▸ TASK ITEM
Search the material below for "name" and copy every line where it occurs.

▸ THE INPUT
/// Hologram I = |S + R|^2 of a camera-plane signal S (sqrt counts, region-sized) with the
/// reference R = |R| exp(+i 2 pi f_R . (r - r_c)), f_R = -carrier (docs/conventions.md).
fn hologram(
    fw: usize,
    fh: usize,
    region: [usize; 4],
    s: &dyn Fn(f64, f64) -> Complex64,
    carrier: [f64; 2],
    r2: f64,
) -> Vec<f64> {
    let [x0, y0, w, h] = region;
    let (cx, cy) = ((x0 + w / 2) as f64, (y0 + h / 2) as f64);
    let ra = r2.sqrt();
    let mut out = vec![r2; fw * fh];
    for y in 0..fh {
        for x in 0..fw {
            let (dx, dy) = (x as f64 - cx, y as f64 - cy);
            let r = Complex64::from_polar(ra, -2.0 * PI * (carrier[0] * dx + carrier[1] * dy));
            out[y * fw + x] = (s(dx, dy) + r).norm_sqr();
        }
    }
    out
}

fn to_u16(v: &[f64]) -> Vec<u16> {
    v.iter()
        .map(|&x| x.round().clamp(0.0, 65535.0) as u16)
        .collect()
}

fn write_frames(dir: &Path, name: &str, w: usize, h: usize, frames: &[Vec<f64>]) -> PathBuf {
    let p = dir.join(name);
    let q: Vec<Vec<u16>> = frames.iter().map(|f| to_u16(f)).collect();
    let refs: Vec<&[u16]> = q.iter().map(Vec::as_slice).collect();
    write_tiff_u16(&p, w, h, &refs).unwrap();
    p
}

/// Oscillator eigenfunction psi_n(xi) (Hermite functions), physicists' H_n by recurrence.
fn hermite_fn(n: usize, xi: f64) -> f64 {
    let (mut h0, mut h1) = (1.0, 2.0 * xi);
    let mut norm = PI.sqrt(); // 2^k k! sqrt(pi)
    if n == 0 {
        return h0 * (-xi * xi / 2.0).exp() / norm.sqrt();
    }
    norm *= 2.0;
    for k in 1..n {
        let h2 = 2.0 * xi * h1 - 2.0 * k as f64 * h0;
        h0 = h1;
        h1 = h2;
        norm *= 2.0 * (k + 1) as f64;
    }
    h1 * (-xi * xi / 2.0).exp() / norm.sqrt()
}

/// HG_{n,m} of waist w0 (1/e field radius), unit power: psi_n(sqrt2 x/w0) psi_m(sqrt2 y/w0)
/// sqrt(2)/w0.
fn hg(n: usize, m: usize, w0: f64, u: f64, v: f64) -> f64 {
    let s = 2f64.sqrt() / w0;
    hermite_fn(n, s * u) * hermite_fn(m, s * v) * s
}

const NMAX: usize = 8;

▸ YOUR SOLUTION
fn write_frames(dir: &Path, name: &str, w: usize, h: usize, frames: &[Vec<f64>]) -> PathBuf {
    let p = dir.join(name);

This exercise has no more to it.